Top of Task inputs

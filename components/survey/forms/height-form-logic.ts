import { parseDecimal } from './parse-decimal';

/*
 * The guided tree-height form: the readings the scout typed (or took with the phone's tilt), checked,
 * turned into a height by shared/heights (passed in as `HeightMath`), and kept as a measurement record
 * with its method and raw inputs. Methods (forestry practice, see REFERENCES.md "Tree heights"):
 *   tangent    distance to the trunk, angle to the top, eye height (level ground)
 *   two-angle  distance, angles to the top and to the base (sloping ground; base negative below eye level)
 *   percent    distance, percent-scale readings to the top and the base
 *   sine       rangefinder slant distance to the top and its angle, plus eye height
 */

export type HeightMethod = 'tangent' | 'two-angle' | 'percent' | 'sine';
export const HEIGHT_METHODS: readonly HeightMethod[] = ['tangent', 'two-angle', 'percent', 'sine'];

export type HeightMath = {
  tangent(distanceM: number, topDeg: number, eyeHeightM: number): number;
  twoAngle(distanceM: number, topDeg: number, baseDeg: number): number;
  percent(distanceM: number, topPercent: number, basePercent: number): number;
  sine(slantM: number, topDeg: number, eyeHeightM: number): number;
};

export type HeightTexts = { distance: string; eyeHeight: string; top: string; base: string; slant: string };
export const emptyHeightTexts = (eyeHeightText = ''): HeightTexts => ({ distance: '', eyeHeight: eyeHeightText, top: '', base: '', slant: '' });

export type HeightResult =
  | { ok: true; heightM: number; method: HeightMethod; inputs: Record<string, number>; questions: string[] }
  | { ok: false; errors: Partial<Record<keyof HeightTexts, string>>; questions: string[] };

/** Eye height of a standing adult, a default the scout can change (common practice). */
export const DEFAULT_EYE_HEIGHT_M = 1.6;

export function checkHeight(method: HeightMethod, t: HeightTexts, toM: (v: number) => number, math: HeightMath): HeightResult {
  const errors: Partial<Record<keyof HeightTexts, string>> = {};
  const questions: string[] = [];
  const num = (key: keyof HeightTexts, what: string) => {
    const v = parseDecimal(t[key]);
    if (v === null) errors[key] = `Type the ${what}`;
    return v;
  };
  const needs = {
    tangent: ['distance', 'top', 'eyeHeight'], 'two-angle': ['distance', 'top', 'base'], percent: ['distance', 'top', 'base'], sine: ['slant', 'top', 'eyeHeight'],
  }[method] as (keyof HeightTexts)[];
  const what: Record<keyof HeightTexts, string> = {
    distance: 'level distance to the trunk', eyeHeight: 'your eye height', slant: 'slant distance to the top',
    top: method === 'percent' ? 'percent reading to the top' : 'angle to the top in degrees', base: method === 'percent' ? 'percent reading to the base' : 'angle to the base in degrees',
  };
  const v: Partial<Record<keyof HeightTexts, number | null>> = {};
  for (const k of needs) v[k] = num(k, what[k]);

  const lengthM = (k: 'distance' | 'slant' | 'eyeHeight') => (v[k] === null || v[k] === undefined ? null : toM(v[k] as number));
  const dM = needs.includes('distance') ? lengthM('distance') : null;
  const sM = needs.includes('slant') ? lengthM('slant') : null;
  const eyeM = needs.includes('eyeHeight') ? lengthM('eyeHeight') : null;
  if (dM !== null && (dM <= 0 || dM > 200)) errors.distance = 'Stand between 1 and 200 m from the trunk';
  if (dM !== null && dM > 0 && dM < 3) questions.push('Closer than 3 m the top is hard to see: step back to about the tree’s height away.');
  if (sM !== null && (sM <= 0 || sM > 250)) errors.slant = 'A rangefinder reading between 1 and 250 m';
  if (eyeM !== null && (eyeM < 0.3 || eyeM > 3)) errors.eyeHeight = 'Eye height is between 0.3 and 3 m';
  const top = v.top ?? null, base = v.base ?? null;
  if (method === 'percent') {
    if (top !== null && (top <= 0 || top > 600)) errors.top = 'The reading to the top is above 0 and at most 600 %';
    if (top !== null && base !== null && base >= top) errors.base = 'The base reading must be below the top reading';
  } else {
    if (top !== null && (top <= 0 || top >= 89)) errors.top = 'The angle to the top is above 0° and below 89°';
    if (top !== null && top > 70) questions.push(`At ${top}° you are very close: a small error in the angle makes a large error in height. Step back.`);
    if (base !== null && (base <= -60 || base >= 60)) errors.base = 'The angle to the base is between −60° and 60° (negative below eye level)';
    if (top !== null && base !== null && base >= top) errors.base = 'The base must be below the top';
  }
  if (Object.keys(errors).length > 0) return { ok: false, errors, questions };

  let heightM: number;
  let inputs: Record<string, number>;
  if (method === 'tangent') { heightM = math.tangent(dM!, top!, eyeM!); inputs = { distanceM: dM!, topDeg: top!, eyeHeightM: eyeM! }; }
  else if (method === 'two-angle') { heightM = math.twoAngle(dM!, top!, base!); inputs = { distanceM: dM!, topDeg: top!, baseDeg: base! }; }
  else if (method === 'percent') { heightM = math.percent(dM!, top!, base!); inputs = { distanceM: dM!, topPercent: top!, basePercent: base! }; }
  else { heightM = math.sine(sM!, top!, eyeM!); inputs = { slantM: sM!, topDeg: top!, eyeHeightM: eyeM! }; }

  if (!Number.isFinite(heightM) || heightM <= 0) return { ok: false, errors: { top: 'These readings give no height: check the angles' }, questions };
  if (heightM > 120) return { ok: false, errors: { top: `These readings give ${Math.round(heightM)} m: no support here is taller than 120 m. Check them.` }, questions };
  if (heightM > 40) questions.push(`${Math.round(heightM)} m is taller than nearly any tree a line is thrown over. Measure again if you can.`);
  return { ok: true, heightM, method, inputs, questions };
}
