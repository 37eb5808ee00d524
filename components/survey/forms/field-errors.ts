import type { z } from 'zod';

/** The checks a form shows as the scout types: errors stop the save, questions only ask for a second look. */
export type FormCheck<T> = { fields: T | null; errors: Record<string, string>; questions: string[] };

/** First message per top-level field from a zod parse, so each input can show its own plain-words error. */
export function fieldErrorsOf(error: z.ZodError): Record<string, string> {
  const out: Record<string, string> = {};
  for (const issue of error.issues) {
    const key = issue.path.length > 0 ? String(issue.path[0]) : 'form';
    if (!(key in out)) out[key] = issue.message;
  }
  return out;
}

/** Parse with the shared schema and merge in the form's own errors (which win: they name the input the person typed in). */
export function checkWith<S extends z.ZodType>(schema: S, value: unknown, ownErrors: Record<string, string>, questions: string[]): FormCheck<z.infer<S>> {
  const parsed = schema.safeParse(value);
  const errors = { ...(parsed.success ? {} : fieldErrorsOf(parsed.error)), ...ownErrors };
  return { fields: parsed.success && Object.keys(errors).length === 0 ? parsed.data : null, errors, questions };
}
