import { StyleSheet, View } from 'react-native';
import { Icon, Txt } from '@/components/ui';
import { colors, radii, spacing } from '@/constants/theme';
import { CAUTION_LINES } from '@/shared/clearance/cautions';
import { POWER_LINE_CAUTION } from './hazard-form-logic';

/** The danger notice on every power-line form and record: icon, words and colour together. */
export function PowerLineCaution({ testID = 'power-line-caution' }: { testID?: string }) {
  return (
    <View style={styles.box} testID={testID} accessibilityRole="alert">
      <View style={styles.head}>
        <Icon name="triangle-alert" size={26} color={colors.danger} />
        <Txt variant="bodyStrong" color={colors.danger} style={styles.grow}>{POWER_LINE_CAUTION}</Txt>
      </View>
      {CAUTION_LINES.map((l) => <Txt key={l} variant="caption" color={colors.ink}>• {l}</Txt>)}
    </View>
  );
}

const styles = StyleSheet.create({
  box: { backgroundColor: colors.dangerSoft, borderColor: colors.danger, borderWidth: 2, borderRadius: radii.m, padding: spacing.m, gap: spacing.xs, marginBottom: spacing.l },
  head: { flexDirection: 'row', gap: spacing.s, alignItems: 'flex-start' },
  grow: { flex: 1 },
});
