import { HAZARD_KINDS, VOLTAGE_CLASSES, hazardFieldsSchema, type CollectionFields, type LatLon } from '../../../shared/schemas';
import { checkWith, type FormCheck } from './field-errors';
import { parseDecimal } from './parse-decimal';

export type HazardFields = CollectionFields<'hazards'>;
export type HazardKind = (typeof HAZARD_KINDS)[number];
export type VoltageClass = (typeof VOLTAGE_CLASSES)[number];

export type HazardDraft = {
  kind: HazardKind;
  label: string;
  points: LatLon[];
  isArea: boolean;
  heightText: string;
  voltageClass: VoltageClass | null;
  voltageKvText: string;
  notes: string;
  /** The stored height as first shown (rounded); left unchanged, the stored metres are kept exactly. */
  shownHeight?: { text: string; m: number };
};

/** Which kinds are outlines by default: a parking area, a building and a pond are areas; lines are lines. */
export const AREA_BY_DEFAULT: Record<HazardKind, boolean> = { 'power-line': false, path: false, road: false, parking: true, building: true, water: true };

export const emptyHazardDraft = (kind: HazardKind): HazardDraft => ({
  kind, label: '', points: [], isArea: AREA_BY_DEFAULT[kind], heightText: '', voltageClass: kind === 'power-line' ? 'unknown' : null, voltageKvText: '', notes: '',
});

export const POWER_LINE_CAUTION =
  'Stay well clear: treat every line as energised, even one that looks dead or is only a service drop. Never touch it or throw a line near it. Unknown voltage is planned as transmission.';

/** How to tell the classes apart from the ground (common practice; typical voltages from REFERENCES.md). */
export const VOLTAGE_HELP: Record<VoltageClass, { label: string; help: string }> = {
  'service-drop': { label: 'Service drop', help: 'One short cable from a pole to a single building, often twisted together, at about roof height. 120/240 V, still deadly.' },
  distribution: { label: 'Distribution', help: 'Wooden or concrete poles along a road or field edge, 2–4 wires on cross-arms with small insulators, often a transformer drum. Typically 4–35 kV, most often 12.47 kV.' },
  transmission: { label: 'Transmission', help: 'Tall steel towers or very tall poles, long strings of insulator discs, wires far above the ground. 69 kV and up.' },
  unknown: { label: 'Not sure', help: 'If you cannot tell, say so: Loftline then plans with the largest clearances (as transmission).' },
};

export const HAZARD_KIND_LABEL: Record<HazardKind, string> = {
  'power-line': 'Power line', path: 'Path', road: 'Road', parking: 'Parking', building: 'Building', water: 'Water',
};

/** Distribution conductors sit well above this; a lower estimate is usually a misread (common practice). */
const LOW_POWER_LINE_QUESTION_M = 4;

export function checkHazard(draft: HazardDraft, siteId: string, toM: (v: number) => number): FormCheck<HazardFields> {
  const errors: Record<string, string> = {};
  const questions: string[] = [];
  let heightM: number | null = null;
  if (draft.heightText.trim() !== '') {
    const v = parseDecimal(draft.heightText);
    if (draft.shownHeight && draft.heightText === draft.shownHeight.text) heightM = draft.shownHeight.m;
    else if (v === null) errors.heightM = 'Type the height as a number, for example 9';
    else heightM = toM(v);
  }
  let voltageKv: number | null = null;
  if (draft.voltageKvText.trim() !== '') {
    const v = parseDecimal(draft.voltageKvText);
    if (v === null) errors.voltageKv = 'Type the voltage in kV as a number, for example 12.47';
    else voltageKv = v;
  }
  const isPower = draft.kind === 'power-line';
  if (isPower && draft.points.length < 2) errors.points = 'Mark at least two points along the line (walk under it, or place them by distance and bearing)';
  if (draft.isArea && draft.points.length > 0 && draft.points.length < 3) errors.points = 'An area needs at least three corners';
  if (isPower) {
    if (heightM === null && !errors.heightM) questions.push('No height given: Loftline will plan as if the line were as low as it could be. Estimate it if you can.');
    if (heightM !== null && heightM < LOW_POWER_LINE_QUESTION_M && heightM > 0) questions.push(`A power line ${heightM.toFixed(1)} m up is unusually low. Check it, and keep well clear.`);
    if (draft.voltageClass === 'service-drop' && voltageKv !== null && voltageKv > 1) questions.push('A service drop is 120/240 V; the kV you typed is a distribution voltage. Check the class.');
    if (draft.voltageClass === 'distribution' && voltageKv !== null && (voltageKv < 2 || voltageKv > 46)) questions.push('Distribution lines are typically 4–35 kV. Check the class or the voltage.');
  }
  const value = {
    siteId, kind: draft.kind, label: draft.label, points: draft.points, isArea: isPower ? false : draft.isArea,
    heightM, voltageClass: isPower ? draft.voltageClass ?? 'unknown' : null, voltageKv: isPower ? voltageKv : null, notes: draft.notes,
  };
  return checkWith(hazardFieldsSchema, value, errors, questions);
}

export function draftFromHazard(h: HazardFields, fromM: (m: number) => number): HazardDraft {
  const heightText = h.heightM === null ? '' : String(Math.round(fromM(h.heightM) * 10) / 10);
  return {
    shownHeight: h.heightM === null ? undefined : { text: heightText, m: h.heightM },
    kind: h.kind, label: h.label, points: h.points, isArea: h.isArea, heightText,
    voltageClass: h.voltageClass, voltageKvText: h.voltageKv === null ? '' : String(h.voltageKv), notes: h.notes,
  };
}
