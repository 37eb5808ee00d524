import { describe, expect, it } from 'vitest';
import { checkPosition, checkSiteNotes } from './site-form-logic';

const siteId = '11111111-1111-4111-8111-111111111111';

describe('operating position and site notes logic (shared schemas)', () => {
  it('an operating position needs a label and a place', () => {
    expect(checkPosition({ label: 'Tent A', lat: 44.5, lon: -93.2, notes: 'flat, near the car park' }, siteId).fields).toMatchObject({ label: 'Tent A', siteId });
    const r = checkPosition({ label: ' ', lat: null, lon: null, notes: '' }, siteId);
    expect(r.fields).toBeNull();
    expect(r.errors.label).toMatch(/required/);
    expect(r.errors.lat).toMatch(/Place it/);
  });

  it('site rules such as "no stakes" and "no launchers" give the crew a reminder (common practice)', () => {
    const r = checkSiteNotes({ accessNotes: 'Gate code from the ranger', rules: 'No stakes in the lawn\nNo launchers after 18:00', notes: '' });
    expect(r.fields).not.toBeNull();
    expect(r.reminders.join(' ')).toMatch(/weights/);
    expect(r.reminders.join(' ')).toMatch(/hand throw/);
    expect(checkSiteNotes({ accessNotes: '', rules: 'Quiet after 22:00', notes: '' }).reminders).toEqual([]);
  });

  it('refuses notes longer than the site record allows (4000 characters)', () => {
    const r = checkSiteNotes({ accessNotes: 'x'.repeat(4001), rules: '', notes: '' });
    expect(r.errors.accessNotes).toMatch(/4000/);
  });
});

Bottom of Task inputs

• What is needed:
Everything from the first line of the listing above through the line holding "const v = parseDecimal(t[key]);" must be retyped exactly; nothing else belongs in the reply.

• Completed exercise:
filename components/survey/forms/height-form-logic.ts
import { parseDecimal } from './parse-decimal';

/*
 * The guided tree-height form: the readings the scout typed (or took with the phone's tilt), checked,
 * turned into a height by shared/heights (passed in as `HeightMath`), and kept as a measurement record
 * with its method and raw inputs. Methods (forestry practice, see REFERENCES.md "Tree heights"):
 *   tangent    distance to the trunk, angle to the top, eye height (level ground)
 *   two-angle  distance, angles to the top and to the base (sloping ground; base negative below eye level)
 *   percent    distance, percent-scale readings to the top and the base
 *   sine       rangefinder slant distance to the top and its angle, plus eye height
 */

export type HeightMethod = 'tangent' | 'two-angle' | 'percent' | 'sine';
export const HEIGHT_METHODS: readonly HeightMethod[] = ['tangent', 'two-angle', 'percent', 'sine'];

export type HeightMath = {
  tangent(distanceM: number, topDeg: number, eyeHeightM: number): number;
  twoAngle(distanceM: number, topDeg: number, baseDeg: number): number;
  percent(distanceM: number, topPercent: number, basePercent: number): number;
  sine(slantM: number, topDeg: number, eyeHeightM: number): number;
};

export type HeightTexts = { distance: string; eyeHeight: string; top: string; base: string; slant: string };
export const emptyHeightTexts = (eyeHeightText = ''): HeightTexts => ({ distance: '', eyeHeight: eyeHeightText, top: '', base: '', slant: '' });

export type HeightResult =
  | { ok: true; heightM: number; method: HeightMethod; inputs: Record<string, number>; questions: string[] }
  | { ok: false; errors: Partial<Record<keyof HeightTexts, string>>; questions: string[] };

/** Eye height of a standing adult, a default the scout can change (common practice). */
export const DEFAULT_EYE_HEIGHT_M = 1.6;

export function checkHeight(method: HeightMethod, t: HeightTexts, toM: (v: number) => number, math: HeightMath): HeightResult {
  const errors: Partial<Record<keyof HeightTexts, string>> = {};
  const questions: string[] = [];
  const num = (key: keyof HeightTexts, what: string) => {
    const v = parseDecimal(t[key]);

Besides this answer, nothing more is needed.